Veatch agreed with Bernat that the medical community must come to a consensus on this issue before implementing shortened wait times.

"If they were going to pronounce the patients dead by heart criteria and take other organs, it's still a problem of changing the length of the wait time in order to establish irreversibility," Veatch said. "These doctors more or less changed the time on their own without developing any kind of peer consensus, and 75 seconds seems like a very short time period."

While he believes state legislatures could consider revising definitions of death, Veatch said doctors lack the legal authority to change this definition on their own. The dead donor rule, which currently governs transplantation procedures, states that patients must be declared dead before organ removal.

Unlike Veatch, Bernat believes it may be ethical in some circumstances to remove hearts from patients declared dead by the cardiac definition when patients' hearts have "irreversibly" stopped beating. Because of its faulty definition of death, the dead donor rule has halted progress in transplantation procedures, Bernat said.
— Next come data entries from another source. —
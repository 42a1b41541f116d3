"""The job `fair`: profiles of a drawing in, fair curves in their place out, with a record of every one."""

import math
import time
from collections.abc import Callable
from dataclasses import dataclass
from pathlib import Path

import numpy as np

import converter
from converter.drawing import AnyCurve, Drawing, Profile, Written, read_drawing, replace, save, supports
from converter.errors import LengthError
from converter.files import check_output
from converter.jobs.assess import Assessment, assess
from converter.jobs.forms import Form, best_curve, corner_turns, outline_corners
from converter.jobs.marks import Marks, read_marks
from converter.jobs.records import DeviationRecord, FairRecord, ProfileRecord
from converter.units import Length
from geometry.arcs import ArcChain
from geometry.arrays import FloatArray
from geometry.bspline import Spline
from geometry.deviation import hausdorff
from geometry.fairness import fairness
from geometry.polyline import Polyline
from geometry.signed import deviation_statistics

__all__ = ["FairSettings", "fair_drawing"]

_CHORD_SHARE = 0.1  # of the tolerance, when no chord error is stated
_WIDTH = 1.0 / 200.0


@dataclass(frozen=True, slots=True)
class FairSettings:
    """How to fair.

    Attributes:
        tolerance: largest distance between given and written, both ways; None chooses it for each profile.
        form: what to write.
        degree: of splines, 2 or 3.
        chord_error: share of the tolerance that writing few entities may spend; None takes a tenth.
        corner_angle: degrees above which a vertex is a corner; None finds the true corners.
        corners_on: layer whose POINT entities mark corners; None for none.
        redraw: whether true curves (CIRCLE, ARC, ELLIPSE, SPLINE) are drawn afresh too.
        layers: layers to take profiles from; empty for all.
        gap: ends nearer than this are joined; None takes 1e-6 of the extent.
        units: name of the drawing's unit, overriding $INSUNITS.
        version: DXF version to write; None keeps the drawing's.
        force: whether an existing output may be replaced.
    """

    tolerance: Length | None = None
    form: Form = "spline"
    degree: int = 3
    chord_error: Length | None = None
    corner_angle: float | None = None
    corners_on: str | None = None
    redraw: bool = False
    layers: tuple[str, ...] = ()
    gap: Length | None = None
    units: str | None = None
    version: str | None = None
    force: bool = False


def fair_drawing(
    source: Path, output: Path, settings: FairSettings, progress: Callable[[int, int], None] | None = None
) -> FairRecord:
    """Fair the profiles of a drawing and write it.

    Args:
        source: DXF file, never changed.
        output: DXF file; it appears whole or not at all.
        settings: see `FairSettings`.
        progress: called with profiles done and profiles in all, after each.

    Raises:
        ConverterError: the input or the settings cannot be used, or the output cannot be written.
    """
    clock = time.perf_counter()
    check_output(output, settings.force, [source])
    drawing = read_drawing(source, settings.layers, settings.gap, settings.units)
    drawing.require_profiles()
    tolerance = _positive(drawing, settings.tolerance, "tolerance")
    chord_error = _positive(drawing, settings.chord_error, "chord error")
    if tolerance is not None and chord_error is not None and chord_error >= tolerance:
        raise LengthError(
            f"chord error {settings.chord_error} is not below the tolerance {settings.tolerance}, of which it is a "
            "share; state a smaller one"
        )
    version = (settings.version or drawing.version).upper()
    record = FairRecord(
        "fair",
        converter.__version__,
        str(source),
        str(output),
        drawing.units.symbol,
        tolerance if tolerance is not None else "auto",
        chord_error if chord_error is not None else f"{_CHORD_SHARE:g} of the tolerance",
        settings.form,
        settings.degree,
        drawing.gap,
    )
    record.seconds["read"] = time.perf_counter() - clock
    clock = time.perf_counter()
    count = len(drawing.profiles)
    marks = read_marks(drawing, settings.corners_on)
    for done, profile in enumerate(list(drawing.profiles), start=1):
        record.profiles.append(_fair_profile(drawing, profile, tolerance, chord_error, version, marks, settings))
        if progress is not None:
            progress(done, count)
    record.seconds["fair"] = time.perf_counter() - clock
    clock = time.perf_counter()
    record.warnings += marks.unused()
    record.warnings += [*drawing.warnings, *save(drawing, output, settings.version, settings.force)]
    record.passed_through = dict(drawing.passed_through)
    record.skipped = [{"handle": s.handle, "type": s.type, "reason": s.reason} for s in drawing.skipped]
    record.seconds["write"] = time.perf_counter() - clock
    return record


def _positive(drawing: Drawing, length: Length | None, name: str) -> float | None:
    if length is None:
        return None
    value = drawing.length(length)
    if value <= 0.0 or not math.isfinite(value):
        raise LengthError(f"{name} {length} is not a length above 0; state one such as 0.2 or 0.2mm")
    return value


def _fair_profile(
    drawing: Drawing,
    profile: Profile,
    tolerance: float | None,
    chord_error: float | None,
    version: str,
    marks: Marks,
    settings: FairSettings,
) -> ProfileRecord:
    need = assess(profile, tolerance, settings.redraw)
    if need.as_drawn or need.outline is None:
        return _as_drawn(profile, need, need.reason)
    form, said = _possible_form(settings.form, profile, version)
    angle = None if settings.corner_angle is None else math.radians(settings.corner_angle)
    origin = need.outline.points[0]  # a given point: far from the origin of the drawing nothing is rounded by this
    outline = need.outline.moved(-origin)
    corners, used = outline_corners(outline, need.tolerance, angle, marks.in_frame(profile) - origin)
    marks.used |= used
    allowed = chord_error if chord_error is not None else _CHORD_SHARE * need.tolerance
    result = best_curve(
        outline, corners, need.tolerance, min(allowed, 0.9 * need.tolerance), form, settings.degree, need.slack
    )
    if result is None:
        record = _as_drawn(profile, need, "no fair curve keeps the tolerance")
        record.within_tolerance = False
        record.warnings.append("no fair curve keeps the tolerance, so the profile is left as drawn; state a larger one")
        return record
    written = replace(drawing, profile, result.curve.moved(origin), version)
    record = _record(profile, need, written, result.faired.spline.moved(origin), result.faired.circle)
    record.warnings += [*said, *(f"not kept: {line}" for line in written.lost)]
    if result.crosses:
        record.warnings.append("the curve crosses or touches itself: two walls are closer than the tolerance")
    if need.jaggedness is not None and need.jaggedness.kind == "stations":
        record.warnings.append(f"{need.jaggedness.reason}, yet they were taken as the outline")
    return record


def _possible_form(form: Form, profile: Profile, version: str) -> tuple[Form, list[str]]:
    """Return the form that the version and the profile allow, and what has to be said about it."""
    if profile.dimension == 3 and form == "arcs":
        form, said = "spline", ["arcs lie in a plane and this profile does not: written as a spline"]
    else:
        said = []
    if form == "spline" and not supports(version, "SPLINE"):
        form = "arcs" if profile.dimension == 2 else "lines"
        said.append(f"DXF {version} has no SPLINE: written as {form}")
    return form, said


def _as_drawn(profile: Profile, need: Assessment, reason: str) -> ProfileRecord:
    """Return the record of a profile that is not touched."""
    length = profile.length()
    area = profile.area()
    record = ProfileRecord(
        profile.id,
        profile.layer,
        profile.closed,
        profile.vertices_in,
        _kinds(profile),
        _kinds(profile),
        None,
        need.reason,
        _jaggedness(need),
        reason,
        vertices_out=profile.vertices_in,
        length_in=length,
        length_out=length,
        area_in=area,
        area_out=area,
        deviation=DeviationRecord(0.0, 0.0, 0.0, 0.0),
    )
    if need.unusable:
        record.warnings.append(f"passed through unchanged: {reason}")
    return record


def _kinds(profile: Profile) -> str:
    return "/".join(sorted(set(profile.types)))


def _jaggedness(need: Assessment) -> dict[str, float | str] | None:
    if need.jaggedness is None:
        return None
    return {"kind": need.jaggedness.kind, "size": need.jaggedness.size, "recommended": need.jaggedness.tolerance}


def _record(
    profile: Profile, need: Assessment, written: Written, fair: Spline, circle: tuple[FloatArray, float] | None
) -> ProfileRecord:
    """Return the record of a faired profile; the certificate is of the curve as the file will hold it."""
    outline, curve, tolerance = need.outline, written.curve, need.tolerance
    assert outline is not None
    deviation = hausdorff(outline, curve, _WIDTH * tolerance)
    certified = deviation.certified + need.slack
    statistics = deviation_statistics(curve, outline, tolerance)
    points, turns = corner_turns(fair)
    record = ProfileRecord(
        profile.id,
        profile.layer,
        profile.closed,
        profile.vertices_in,
        _kinds(profile),
        written.type,
        tolerance,
        need.reason,
        _jaggedness(need),
        None,
        corners=[
            {"x": float(p[0]), "y": float(p[1]), "turn_deg": math.degrees(float(t))}
            for p, t in zip(points, turns, strict=True)
        ],
        deviation=DeviationRecord(
            certified, max(0.0, deviation.measured - need.slack), statistics.rms, statistics.mean_signed
        ),
        fairness={
            "before": fairness(outline, tolerance, _alongs(outline, points)).record(),
            "after": fairness(curve, tolerance).record(),
        },
        diameter=None if circle is None else 2.0 * circle[1],
        length_in=outline.length(),
        length_out=curve.length(),
        area_in=outline.area(),
        area_out=curve.area(),
        within_tolerance=certified <= tolerance,
    )
    _count(record, curve, written.type)
    if not record.within_tolerance:
        said = f"out of tolerance: certified {certified:.4g} of {tolerance:.4g}; state a larger tolerance"
        record.warnings.append(said)
    return record


def _alongs(outline: Polyline, points: FloatArray) -> FloatArray:
    """Return the arc length of the vertex nearest to each point."""
    nearest = [int(((outline.points - point) ** 2).sum(axis=1).argmin()) for point in points]
    return outline.alongs()[np.array(nearest, dtype=np.intp)]


def _count(record: ProfileRecord, curve: AnyCurve, entity: str) -> None:
    """Count what the controller will see."""
    if isinstance(curve, Spline):
        record.pieces, record.control_points = len(curve.spans), len(curve.control)
    elif isinstance(curve, ArcChain):
        if entity == "CIRCLE":
            record.pieces, record.arcs, record.vertices_out = 1, 1, 0
            return
        record.arcs = int(np.count_nonzero(curve.bulges))
        record.lines = len(curve.bulges) - record.arcs
        record.pieces, record.vertices_out = len(curve.bulges), len(curve.points)
    elif isinstance(curve, Polyline):
        record.lines = record.pieces = len(curve.points) - (0 if curve.closed else 1)
        record.vertices_out = len(curve.points)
"By requiring organ donors to meet flawed definitions of death before organ procurement, we deny patients and their families the opportunity to donate organs if the patients have devastating, irreversible neurologic injuries that do not meet the technical requirements of brain death," he wrote in his commentary. "It appears that reliance on the dead donor rule has greater potential to undermine trust in the transplantation enterprise than to preserve it."

The Health Resources and Service Administration, part of the U.S. Department of Health and Human Services, funded the case study. HRSA is also planning a meeting of leaders of the medical community to discuss appropriate wait times and whether complete brain death is a pre-requisite for organ removal.

"There was enough that was unusual or questionable about this experimental protocol that, before it graduates into standard clinical practice, it should be subjected to appropriate scrutiny by experts," Bernat said.